Marchionne knows his credibility is riding on his 2018 targets: the CEO is demanding signs of progress toward reaching them at every management meeting, according to people familiar with the sessions. And the pressure is showing results. Fiat Chrysler’s executives have expressed increasing confidence at recent investor meetings that they will reach their goals, according to the people, who asked not to be named citing private conversations.
Aiding Marchionne is a product shift to more profitable models such as Jeep SUVs and Dodge Ram pickup trucks instead of less popular sedans in the U.S. The lineup provides a buffer as industry conditions turn challenging, with growth in the U.S. and China topping out or slowing.
Investors have taken note: the stock listed in Milan has surged 62 per cent since the carmaker raised its full-year forecast in late October, and analysts’ average share-price estimate has jumped 11 per cent to 8.26 euros a share. The shares on Thursday closed up 1.3 percent to US$9.81 on the New York Stock Exchange and continued rising Friday in Europe.
“The mix shift in the U.S. is huge and helps profits reach a level where they are able to start de-leveraging: that’s a game changer,” George Galliers, an analyst at Evercore ISI, said by phone. “There is a good chance that Fiat will be net cash break-even at the end of 2018, which is more than most investors expect, so that Marchionne could retire with a repaired balance sheet.”
Galliers, who expects Fiat Chrysler to boost profit in North America through 2018 despite the weaker market, raised his recommendation on the stock to buy from sell in November.
The carmaker is likely to outline how it will reach the goals when it publishes last year’s figures at the end of January, the people said.
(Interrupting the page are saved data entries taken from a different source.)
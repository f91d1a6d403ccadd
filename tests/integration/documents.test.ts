import { describe, it, expect, beforeAll, afterAll } from 'vitest';
import { createHash, randomUUID } from 'node:crypto';
import { createServer, type AddressInfo } from 'node:net';
import { HeadObjectCommand, PutObjectCommand } from '@aws-sdk/client-s3';
import { QueryTypes } from 'sequelize';
import { client, signedIn, DEMO, BASE, type Client } from '../helpers/http';
import { demoReportItems } from '../helpers/documents';
import { db, closeDb } from '../../src/lib/server/db';
import { makeS3, storageSettings } from '../../src/lib/server/storage';
import { config } from '../../src/lib/server/config';
import { storeDocument, type DocumentRow } from '../../src/lib/server/documents/store';
import { openVerified } from '../../src/lib/server/documents/download';
import { findSubject } from '../../src/lib/server/documents/subjects';
import { cleanupOrphans } from '../../src/lib/server/documents/cleanup';
import { createReport } from '../../src/lib/server/blank-reports/service';
import { demoCsv } from '../../src/lib/server/blank-reports/demo';
import { ApiProblem } from '../../src/lib/server/api';
import type { Who } from '../../src/lib/server/registry/common';

const sq = db();
const bucket = () => ({ s3: makeS3(), bucket: config.storage.bucket });
let fennick: Client;
let marrow: Client;
let fennickItem: string;
let fennickBlank: string;
let fennickWho: Who;

const PDF = Buffer.from('%PDF-1.4\n% a small stand-in for a chromatogram export\n1 0 obj << >> endobj\ntrailer << >>\n%%EOF\n');
const sha = (b: Buffer) => createHash('sha256').update(b).digest('hex');
const count = async (table: string) => Number((await sq.query<{ n: string }>(`SELECT count(*) AS n FROM ${table}`, { type: QueryTypes.SELECT }))[0].n);

async function raw(c: Client, method: string, path: string, body?: Buffer | string, type = 'application/pdf') {
	const headers: Record<string, string> = { origin: BASE, cookie: c.cookie!, ...(body !== undefined ? { 'content-type': type } : {}) };
	const r = await fetch(BASE + path, { method, headers, body: body as never });
	const buf = Buffer.from(await r.arrayBuffer());
	let json: any = null;
	try {
		json = JSON.parse(buf.toString('utf8'));
	} catch {
		/* binary */
	}
	return { status: r.status, headers: r.headers, buf, json };
}

const upload = (c: Client, ref: string, body: Buffer | string, type = 'application/pdf', name = 'run-1.pdf', kind = 'chromatogram') =>
	raw(c, 'POST', `/api/documents?subject=item&ref=${ref}&kind=${kind}&name=${encodeURIComponent(name)}`, body, type);

beforeAll(async () => {
	fennick = await signedIn(DEMO.fennick);
	marrow = await signedIn(DEMO.marrow);
	({ sample: fennickItem, blank: fennickBlank } = await demoReportItems(fennick));
	const [u] = await sq.query<{ id: string; lab_id: string }>(`SELECT id, lab_id FROM users WHERE email = :e`, { type: QueryTypes.SELECT, replacements: { e: DEMO.fennick } });
	fennickWho = { id: u.id, label: DEMO.fennick, role: 'lab_member', labId: u.lab_id };
});
afterAll(() => closeDb());

describe('documents over HTTP', () => {
	it('stores an upload with its SHA-256 and size, and gives the same bytes back with their digest', async () => {
		const r = await upload(fennick, fennickItem, PDF);
		expect(r.status).toBe(201);
		expect(r.json.document).toMatchObject({ name: 'run-1.pdf', contentType: 'application/pdf', sizeBytes: PDF.length, sha256: sha(PDF), kind: 'chromatogram' });
		const list = await fennick.get(`/api/documents?subject=item&ref=${fennickItem}`);
		expect(list.body.documents.map((d: { id: string }) => d.id)).toContain(r.json.document.id);
		const got = await raw(fennick, 'GET', r.json.document.href);
		expect(got.status).toBe(200);
		expect(got.buf.equals(PDF)).toBe(true);
		expect(got.headers.get('content-type')).toBe('application/pdf');
		expect(got.headers.get('content-disposition')).toContain('filename="run-1.pdf"');
		// RFC 9530: sha-256 as base64 between colons
		expect(got.headers.get('repr-digest')).toBe(`sha-256=:${createHash('sha256').update(PDF).digest('base64')}:`);
		const [trail] = await sq.query<{ action: string }>(`SELECT action FROM trail_events WHERE subject_type = 'document' AND subject_id = :id`, { type: QueryTypes.SELECT, replacements: { id: r.json.document.id } });
		expect(trail.action).toBe('document.stored');
	});

	it('refuses types outside the allow-list, content that does not match its type, and an empty file, storing nothing', async () => {
		const before = await count('documents');
		const html = await upload(fennick, fennickItem, '<html><script>alert(1)</script></html>', 'text/html', 'page.html');
		expect(html.status).toBe(415);
		expect(html.json.error.message).toMatch(/text\/html are not stored/);
		const fake = await upload(fennick, fennickItem, 'just text pretending to be a PDF', 'application/pdf', 'fake.pdf');
		expect(fake.status).toBe(415);
		expect(fake.json.error.code).toBe('type_mismatch');
		const png = await upload(fennick, fennickItem, PDF, 'image/png', 'photo.png', 'photo');
		expect(png.json.error.code).toBe('type_mismatch');
		const empty = await upload(fennick, fennickItem, Buffer.alloc(0));
		expect(empty.status).toBe(422);
		expect(await count('documents')).toBe(before);
	});

	it('attaches to a lab’s own transfer but not to another lab’s or an unknown one, and auditors may not upload', async () => {
		const unknown = await raw(fennick, 'POST', `/api/documents?subject=transfer&ref=${randomUUID()}&kind=other&name=a.pdf`, PDF);
		expect(unknown.status).toBe(404);
		const transfers = (await fennick.get('/api/transfers')).body.transfers as { id: string }[];
		expect(transfers.length).toBeGreaterThan(0);
		const own = await raw(fennick, 'POST', `/api/documents?subject=transfer&ref=${transfers[0].id}&kind=other&name=receipt-photo.pdf`, PDF);
		expect(own.status, JSON.stringify(own.json)).toBe(201);
		const marrow = await signedIn(DEMO.marrow);
		const theirs = await raw(marrow, 'POST', `/api/documents?subject=transfer&ref=${transfers[0].id}&kind=other&name=b.pdf`, PDF);
		expect(theirs.status).toBe(404);
		const auditor = await signedIn(DEMO.auditor);
		expect((await upload(auditor, fennickItem, PDF)).status).toBe(403);
	});

	it('a lab member cannot reach another lab’s document by its id, its object key, or its item', async () => {
		const r = await upload(fennick, fennickItem, PDF, 'application/pdf', 'private.pdf');
		const id = r.json.document.id;
		const [{ object_key: key }] = await sq.query<{ object_key: string }>('SELECT object_key FROM documents WHERE id = :id', { type: QueryTypes.SELECT, replacements: { id } });
		for (const path of [`/api/documents/${id}`, `/api/documents/${id}/file`, `/api/documents/${key.split('/')[1]}/file`, `/api/documents/${encodeURIComponent(key)}/file`]) {
			const got = await marrow.get(path);
			expect(got.status, path).toBe(404);
			expect(JSON.stringify(got.body)).not.toContain('private.pdf');
		}
		expect((await marrow.get(`/api/documents?subject=item&ref=${fennickItem}`)).status).toBe(404);
		expect((await client().get(`/api/documents/${id}/file`)).status).toBe(401);
		// staff see every document
		const curator = await signedIn(DEMO.curator);
		expect((await raw(curator, 'GET', `/api/documents/${id}/file`)).buf.equals(PDF)).toBe(true);
	});

	it('detects a checksum mismatch when the object was changed in the bucket, and sends nothing of it', async () => {
		const r = await upload(fennick, fennickItem, PDF, 'application/pdf', 'tampered.pdf');
		const [{ object_key: key }] = await sq.query<{ object_key: string }>('SELECT object_key FROM documents WHERE id = :id', { type: QueryTypes.SELECT, replacements: { id: r.json.document.id } });
		const s3 = makeS3();
		// same length, one byte changed: only the hash can tell
		const changed = Buffer.from(PDF);
		changed[20] ^= 0x01;
		await s3.send(new PutObjectCommand({ Bucket: config.storage.bucket, Key: key, Body: changed, ContentType: 'application/pdf' }));
		const got = await raw(fennick, 'GET', r.json.document.href);
		expect(got.status).toBe(502);
		expect(got.json.error.code).toBe('checksum_mismatch');
		expect(got.json.error.message).toMatch(/does not match the checksum recorded/);
		expect(got.json.error.expectedSha256).toBe(sha(PDF));
		expect(got.json.error.foundSha256).toBe(sha(changed));
		s3.destroy();
	});
});

describe('documents in-process', () => {
	it('streams a large body to the bucket in parts, never whole, and reads it back verified', async () => {
		const subject = await findSubject(sq, fennickWho, 'item', fennickItem);
		const chunk = Buffer.alloc(256 * 1024);
		const hash = createHash('sha256');
		async function* body() {
			// 12 MiB of a PDF-looking stream, in 48 chunks (multipart upload above 5 MB)
			for (let i = 0; i < 48; i++) {
				const c = Buffer.from(chunk);
				if (i === 0) c.write('%PDF-1.7\n');
				c.writeUInt32BE(i, 100);
				hash.update(c);
				yield c;
			}
		}
		const target = bucket();
		const row = await storeDocument(sq, fennickWho, { subject, kind: 'chromatogram', name: 'long-run.pdf', contentType: 'application/pdf', body: body() }, { target });
		expect(Number(row.size_bytes)).toBe(48 * 256 * 1024);
		expect(row.sha256).toBe(hash.digest('hex'));
		const back = createHash('sha256');
		let size = 0;
		for await (const c of (await openVerified(row, target)) as unknown as AsyncIterable<Uint8Array>) {
			back.update(c);
			size += c.length;
		}
		expect(size).toBe(48 * 256 * 1024);
		expect(back.digest('hex')).toBe(row.sha256);
		target.s3.destroy();
	});

	it('refuses a body over the size limit while streaming, with no record and no object left', async () => {
		const subject = await findSubject(sq, fennickWho, 'item', fennickItem);
		const before = await count('documents');
		async function* body() {
			yield Buffer.from('%PDF-1.4\n' + 'x'.repeat(4000));
			yield Buffer.alloc(8000);
		}
		const target = bucket();
		const e = await storeDocument(sq, fennickWho, { subject, kind: 'other', name: 'big.pdf', contentType: 'application/pdf', body: body() }, { target, maxBytes: 10_000 }).catch((x) => x);
		expect(e).toBeInstanceOf(ApiProblem);
		expect(e.status).toBe(413);
		expect(e.message).toMatch(/larger than the limit/);
		const declared = await storeDocument(sq, fennickWho, { subject, kind: 'other', name: 'big.pdf', contentType: 'application/pdf', declaredLength: 20_000, body: body() }, { target, maxBytes: 10_000 }).catch((x) => x);
		expect(declared.status).toBe(413);
		expect(await count('documents')).toBe(before);
		target.s3.destroy();
	});

	it('with the object store unreachable: a clear 503, no document record and no report', async () => {
		// a port nothing listens on: taken from the system, then released
		const port = await new Promise<number>((resolve) => {
			const srv = createServer().listen(0, '127.0.0.1', () => {
				const p = (srv.address() as AddressInfo).port;
				srv.close(() => resolve(p));
			});
		});
		const s3 = makeS3({ ...storageSettings(), endpoint: `http://127.0.0.1:${port}`, bucket: 'down-bucket' });
		const target = { s3, bucket: 'down-bucket' };
		const subject = await findSubject(sq, fennickWho, 'item', fennickItem);
		const [docs, reports, rows] = [await count('documents'), await count('blank_control_reports'), await count('blank_control_rows')];
		const e = await storeDocument(sq, fennickWho, { subject, kind: 'photo', name: 'p.pdf', contentType: 'application/pdf', body: [PDF] }, { target }).catch((x) => x);
		expect(e).toBeInstanceOf(ApiProblem);
		expect(e.status).toBe(503);
		expect(e.code).toBe('storage_unavailable');
		expect(e.message).toMatch(/not reachable.*nothing was saved/);
		const r = await createReport(sq, fennickWho, { title: 'while storage is down', fileName: 'x.csv', contentType: 'text/csv', bytes: Buffer.from(demoCsv(fennickItem, fennickBlank)) }, { target }).catch((x) => x);
		expect(r.status).toBe(503);
		expect([await count('documents'), await count('blank_control_reports'), await count('blank_control_rows')]).toEqual([docs, reports, rows]);
		s3.destroy();
	});

	it('the clean-up removes objects without a record past the grace period, and keeps recorded and young ones', async () => {
		const target = bucket();
		const orphan = `documents/${randomUUID()}`;
		await target.s3.send(new PutObjectCommand({ Bucket: target.bucket, Key: orphan, Body: 'left by a failed save' }));
		const [kept] = await sq.query<DocumentRow>('SELECT * FROM documents ORDER BY uploaded_at LIMIT 1', { type: QueryTypes.SELECT });
		const young = await cleanupOrphans(sq, { target, graceMs: 60 * 60_000 });
		expect(young.removed).not.toContain(orphan);
		expect(young.young).toBeGreaterThanOrEqual(1);
		const old = await cleanupOrphans(sq, { target, graceMs: 0, now: new Date(Date.now() + 1000) });
		expect(old.removed).toContain(orphan);
		expect(old.removed).not.toContain(kept.object_key);
		await expect(target.s3.send(new HeadObjectCommand({ Bucket: target.bucket, Key: orphan }))).rejects.toThrow();
		await expect(target.s3.send(new HeadObjectCommand({ Bucket: target.bucket, Key: kept.object_key }))).resolves.toBeTruthy();
		target.s3.destroy();
	});
});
Fiat declined to comment. But even with Marchionne’s improved strategy, the vast majority of analysts still expect the manufacturer to fall short of the targets.
These include generating as much as 5.5 billion euros (US$5.82 billion) in adjusted net income, almost three times the 2015 figure, and turning a projected five billion euros in net industrial debt into at least a 4 billion-euro cash pile. The company could miss the adjusted-net figure by 42 per cent and carry over three billion euros of debt, according to analyst estimates compiled by Bloomberg.
Targets 'fantasy land'
Marchionne, 64, is no stranger to public skepticism. Critics of his lofty goals have called them “fantasy land” and “not credible."
The CEO himself backtracked a year ago, when he stopped promoting a goal of seven million annual group deliveries by 2018, which compares with Fiat Chrysler’s 4.6 million vehicle sales in 2015. Deliveries could be largely flat at about 4.8 million vehicles annually this year and next, research company IHS Automotive estimated in November.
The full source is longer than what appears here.